Altria, the tobacco giant, announced Tuesday that an administrative judge dismissed a federal suit alleging that Altria’s partnership with Juul Labs, an e-cigarette manufacturer, was an anticompetitive agreement that harmed consumers.
The Federal Trade Commission will review the preliminary decision of the judge at the agency and it is likely to be appealed. Altria did not immediately have access to the judge’s decision at the time. Altria, which owns brands such as Marlboro cigarettes or Copenhagen smokeless tobacco, stated that the ruling will be made available online in the latter part of this month.
In 2020 , the Federal Trade Commission sued Altria to end its pact with Juul. Juul is the embattled vaping business that has been the subject of numerous government investigations as well as lawsuits. Separate from this issue, the FTC filed a case alleging that Altria’s 2018 stake in startup violated anticompetitive law.
Altria will continue to profit from Juul e-cigarette sales if the decision is upheld. Altria provided legal, regulatory, and marketing support to Juul as part of the agreement.
Altria’s future prospects are still in jeopardy with e-cigarettes. , a Richmond, Virginia-based company, has repeatedly reduced Juul’s value to about one-tenth the original amount. It now claims that its stake in Juul is worth only $1.7 billion.

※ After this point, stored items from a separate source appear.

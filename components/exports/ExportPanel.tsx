'use client';

import { useEffect, useId, useState, useTransition } from 'react';
import { SAFETY_DISCLAIMER, cautionsFor } from '@/lib/safety/cautions';
import type { VersionStatus } from '@/db/schema/protocols';
import { acknowledgeExportCautions } from './actions';

type Props = { versionId: string; status: VersionStatus; modality: 'optical' | 'electrical' };
type AckState = { kind: 'loading' } | { kind: 'needed' } | { kind: 'done'; at: string } | { kind: 'error'; message: string };

const PREVIEW_LABEL = 'PREVIEW — NOT APPROVED FOR USE';

/**
 * Schedule downloads for one version. The cautions come first; the download links appear
 * only after the person acknowledges them, once per version (the server checks it too).
 */
export function ExportPanel({ versionId, status, modality }: Props) {
  const ids = useId();
  const [ack, setAck] = useState<AckState>({ kind: 'loading' });
  const [checked, setChecked] = useState(false);
  const [pending, start] = useTransition();
  const approved = status === 'approved';
  const cautions = cautionsFor(modality);
  const disclaimerShown = cautions.some((c) => c.body === SAFETY_DISCLAIMER);

  useEffect(() => {
    let live = true;
    fetch(`/api/versions/${versionId}/export/acknowledgement`, { cache: 'no-store' })
      .then(async (res) => {
        const body = (await res.json().catch(() => null)) as { acknowledgedAt?: string | null; error?: { message?: string } } | null;
        if (!live) return;
        if (!res.ok) setAck({ kind: 'error', message: body?.error?.message ?? `The server answered ${res.status}.` });
        else setAck(body?.acknowledgedAt ? { kind: 'done', at: body.acknowledgedAt } : { kind: 'needed' });
      })
      .catch(() => live && setAck({ kind: 'error', message: 'Could not reach the server.' }));
    return () => {
      live = false;
    };
  }, [versionId]);

  const acknowledge = () =>
    start(async () => {
      const res = await acknowledgeExportCautions({ versionId });
      setAck(res.ok ? { kind: 'done', at: res.data.acknowledgedAt } : { kind: 'error', message: res.fieldErrors[0]?.message ?? res.message });
    });

  const href = (format: 'csv' | 'json') => `/api/versions/${versionId}/export?format=${format}`;
  const done = ack.kind === 'done';

  return (
    <section className="card space-y-4" aria-labelledby={`${ids}-title`} data-testid="export-panel">
      <div className="flex flex-wrap items-baseline justify-between gap-2">
        <h2 id={`${ids}-title`} className="text-base">Export schedule</h2>
        {approved ? (
          <span className="rounded bg-ok-soft px-2 py-0.5 text-xs font-semibold text-ok">Approved: same file the rig fetches</span>
        ) : (
          <span className="rounded bg-warn-soft px-2 py-0.5 text-xs font-semibold text-warn" data-testid="preview-label">{PREVIEW_LABEL}</span>
        )}
      </div>
      {!approved ? (
        <p className="text-sm text-ink-muted">
          This version is not approved, so its files are previews: the file name starts with <code className="font-mono">PREVIEW_</code> and
          the file itself says {PREVIEW_LABEL}. Rigs can never fetch it.
        </p>
      ) : null}

      <details open={!done} className="rounded-md border border-line p-3">
        <summary className="cursor-pointer text-sm font-semibold">Cautions before any export</summary>
        <ul className="mt-3 space-y-3 text-sm">
          {cautions.map((c) => (
            <li key={c.id}>
              <p className="font-semibold">{c.title}</p>
              <p className="text-ink">{c.body}</p>
              <p className="mt-0.5 text-xs text-ink-muted">Sources: {c.sources.join('; ')}</p>
            </li>
          ))}
          {disclaimerShown ? null : <li className="text-ink-muted">{SAFETY_DISCLAIMER}</li>}
        </ul>
      </details>

      <div aria-live="polite">
        {ack.kind === 'loading' ? <p className="text-sm text-ink-muted">Checking your acknowledgement…</p> : null}
        {ack.kind === 'error' ? <p role="alert" className="text-sm text-danger">{ack.message}</p> : null}
        {ack.kind === 'needed' ? (
          <div className="space-y-3">
            <label className="flex items-start gap-2 text-sm">
              <input type="checkbox" className="mt-1" checked={checked} onChange={(e) => setChecked(e.target.checked)} />
              <span>
                I have read these cautions. I will check the schedule against the institution’s approved protocol and measure the
                rig’s output before use.
              </span>
            </label>
            <button type="button" className="btn btn-primary" disabled={!checked || pending} onClick={acknowledge}>
              {pending ? 'Recording…' : 'I acknowledge'}
            </button>
          </div>
        ) : null}
        {done ? (
          <div className="space-y-2">
            <p className="text-xs text-ink-muted">Cautions acknowledged {new Date(ack.at).toLocaleString('en-GB')}.</p>
            <div className="flex flex-wrap gap-2">
              <a className="btn" href={href('csv')} download>
                {approved ? 'Download CSV' : 'Download preview CSV'}
              </a>
              <a className="btn" href={href('json')} download>
                {approved ? 'Download JSON' : 'Download preview JSON'}
              </a>
            </div>
            <p className="text-xs text-ink-muted">
              Check any file with <code className="font-mono">npx pulseloom verify &lt;file&gt;</code>.
            </p>
          </div>
        ) : null}
      </div>
    </section>
  );
}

Altria was a major player in the rapidly growing e-cigarette market for many years. Altria’s Nu Mark brand fell to Juul in 2017. The startup Juul quickly rose to the top of this industry due to its small, high-nicotine, and fruity-flavored e-cigarettes. The devices were not only popular among adult smokers but also became a problem in middle and high school vaping areas and between classes.
Juul withdrew all its flavors, except tobacco and menthol, in 2020 under heavy government pressure.
FTC claimed that Altria had illegally agreed not to continue using e-cigarettes, just before it took the 35% share in Juul. FTC investigators claimed that Altria had internal documents showing it planned to upgrade its e-cigarettes, until Juul executives stated that a non-compete agreement would have to be signed before any investment deal could be made between the two companies.
A spokeswoman for the FTC declined to comment on Tuesday. She stated that the agency would not have any statement until the ruling is posted.
Juul faces many challenges due to the possibility that U.S. health regulators could ban the products permanently because of a history underage use. The Food and Drug Administration still considers whether Juul should be allowed to continue as a safer alternative to smoking.
According to the latest survey data, teens are switching away from Juul. Puff Bar, a disposable ecigarette that can be used in high school was the top-rated brand. It comes in strawberry, strawberry, and mango flavors. Juul was fourth in popularity.